卲谦利索的挂断电话,翻身下床,不忍的揉了揉还在睡梦中的苏念,下定决心似的把他叫醒。
“念念有案子起来了。”
案发现场在临海的一座别墅中,卲谦赶到时现场已经被封锁起来。
波涛拍岸声在这里听得一清二楚,苏念接过递来的手套和鞋套进入现场。
“被害人杨闻名,男,年龄32,是一名出色的美声歌唱家,他被摘掉了喉。”孙思远简单汇报着情况。

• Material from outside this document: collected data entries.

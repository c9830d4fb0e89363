import request from 'supertest';
import { beforeAll, describe, expect, it } from 'vitest';
import { app, createShop, createWorld, type World } from '../test/harness';
import { createInvoiceAt, invoiceToday, netThirty } from '../test/invoiceStages';
import { createRequestAt } from '../test/requestStages';

let w: World;
let other: World;
const as = (world: World, who: keyof World['tokens']) => ({ Authorization: `Bearer ${world.tokens[who]}` });

beforeAll(async () => {
  [w, other] = await Promise.all([createWorld(), createWorld()]);
});

describe('invoices as an attacker would try them', () => {
  it('answers another shop and another printer 404 with nothing of the invoice', async () => {
    const { requestId, invoiceId } = await createInvoiceAt(w, 'submitted');
    const stranger = await createShop();
    for (const path of [`/api/invoices/${invoiceId}`, `/api/requests/${requestId}/invoices`]) {
      const byShop = await request(app)
        .get(path)
        .set({ Authorization: `Bearer ${stranger.token}` });
      expect(byShop.status).toBe(404);
      expect(JSON.stringify(byShop.body)).not.toMatch(/totalCents|83500/);
      expect((await request(app).get(path).set(as(other, 'purchasing'))).status).toBe(404);
    }
    const approve = await request(app)
      .post(`/api/invoices/${invoiceId}/approve`)
      .set(as(other, 'purchasing'))
      .send({ reason: 'Looks fine' });
    expect(approve.status).toBe(404);
    const revise = await request(app)
      .post(`/api/invoices/${invoiceId}/revisions`)
      .set({ Authorization: `Bearer ${stranger.token}` })
      .send({ invoiceDate: invoiceToday(w) });
    expect(revise.status).toBe(404);
  });

  it('shows a print buyer the status only, and refuses the buyer approving or reading the match', async () => {
    const { requestId, invoiceId } = await createInvoiceAt(w, 'submitted');
    const one = await request(app).get(`/api/invoices/${invoiceId}`).set(as(w, 'buyer'));
    expect(one.status).toBe(200);
    expect(one.body).toEqual({ id: invoiceId, requestId, kind: 'invoice', status: 'submitted' });
    const approve = await request(app)
      .post(`/api/invoices/${invoiceId}/approve`)
      .set(as(w, 'buyer'))
      .send({ reason: 'Fine' });
    expect(approve.status).toBe(403);
    expect((await request(app).get(`/api/requests/${requestId}/invoice-match`).set(as(w, 'buyer'))).status).toBe(403);
    const full = await request(app).get(`/api/invoices/${invoiceId}`).set(as(w, 'purchasing'));
    // Invoiced as awarded: 800.00 die + 35.00 shipping (test/fixtures bidBody), no tax.
    expect(full.body).toMatchObject({ totalCents: 83_500, status: 'submitted', payments: [] });
  });

  it('lets one of two approvals at once through and answers the other 409', async () => {
    const { invoiceId } = await createInvoiceAt(w, 'submitted');
    const approve = (who: 'purchasing' | 'printerAdmin') =>
      request(app)
        .post(`/api/invoices/${invoiceId}/approve`)
        .set(as(w, who))
        .send({ reason: 'Die checked at the dock' });
    const answers = await Promise.all([approve('purchasing'), approve('printerAdmin')]);
    expect(answers.map((r) => r.status).sort()).toEqual([200, 409]);
  });

  it('refuses payment before approval and a credit note before any dispute (409)', async () => {
    const { invoiceId } = await createInvoiceAt(w, 'submitted');
    const pay = await request(app)
      .post(`/api/invoices/${invoiceId}/payments`)
      .set(as(w, 'purchasing'))
      .send({ paidOn: invoiceToday(w), reference: 'ACH 77', amountCents: 83_500 });
    expect(pay.status).toBe(409);
    expect(pay.body.error.message).toMatch(/Approve it for payment first/);
    const credit = await request(app)
      .post(`/api/invoices/${invoiceId}/credit-notes`)
      .set(as(w, 'estimator'))
      .send({ invoiceDate: invoiceToday(w), lines: [{ orderLine: 1, label: 'Shipping', amountCents: -500 }] });
    expect(credit.status).toBe(409);
  });

  it('refuses an invoice before shipping, an extra line with no reason, and a second invoice', async () => {
    await netThirty(w);
    const { id: early } = await createRequestAt(w, 'in_production');
    const before = await request(app)
      .post(`/api/requests/${early}/invoices`)
      .set(as(w, 'estimator'))
      .send({ invoiceDate: invoiceToday(w) });
    expect(before.status).toBe(409);
    const { requestId } = await createInvoiceAt(w, 'submitted');
    const second = await request(app)
      .post(`/api/requests/${requestId}/invoices`)
      .set(as(w, 'estimator'))
      .send({ invoiceDate: invoiceToday(w) });
    expect(second.status).toBe(409);
    const extra = await request(app)
      .post(`/api/requests/${early}/invoices`)
      .set(as(w, 'estimator'))
      .send({ invoiceDate: invoiceToday(w), lines: [{ orderLine: null, label: 'Rush', amountCents: 5_000 }] });
    expect(extra.status).toBe(400);
    expect(extra.body.error.fields).toHaveProperty(['lines.0.reason']);
  });

  it('pays an approved invoice in full and shows it in both sides’ records', async () => {
    const { invoiceId } = await createInvoiceAt(w, 'approved');
    const paid = await request(app)
      .post(`/api/invoices/${invoiceId}/payments`)
      .set(as(w, 'purchasing'))
      .send({ paidOn: invoiceToday(w), reference: 'ACH 78', amountCents: 83_500 });
    expect(paid.status).toBe(201);
    expect(paid.body).toMatchObject({ status: 'paid', payments: [{ reference: 'ACH 78', amountCents: 83_500 }] });
    const shopRecord = await request(app).get('/api/invoice-record').set(as(w, 'estimator'));
    expect(shopRecord.body).toEqual([expect.objectContaining({ printerId: w.printer.id, paidOnTime: 1 })]);
    expect((await request(app).get('/api/invoice-record').set(as(w, 'purchasing'))).body).toMatchObject({
      paidOnTime: 1,
    });
    expect((await request(app).get('/api/invoice-record').set(as(w, 'buyer'))).status).toBe(403);
  });
});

和海腥味交融的空气中,血腥味更为刺鼻难耐,更有一种反胃的感觉。
苏念皱眉忍耐着。
卲谦走过去,悄悄的往他手里塞了块薄荷糖,再若无其事的走开,四下查看线索。
景笙正在做初步的尸检和痕检见卲谦走过来开口汇报,“死者在门口遇害的,致命伤是心脏处长15宽2的贯穿伤,现场没有发现凶器,应该是已经被凶手带离现场。”
“门口有拖擦型血迹,是嫌疑人把被害人杀死之后再拖拽到客厅进行摘取的?”卲谦问道。
“理论上是这样的。”
小词儿用的还挺严谨。
“现在你知道了,凶手肯定不是用来做标本的。”苏念说道,放下一个水杯,走过来只看了一眼尸体便马上移开视线。
景笙当然明白,标本强调的就是完整性,喉管这种脆弱的地方,下刀稍不留神就会割破,而从凶手的手法来看,他并不具备可以完整取出喉管的这一能力。
苏念环顾四周,屋内的陈设都十分工整,桌面一尘不染,茶杯茶壶规规矩矩的摆放在托盘中,托盘也摆放在桌角。
电视柜下,每个装饰物的间隔都一模一样。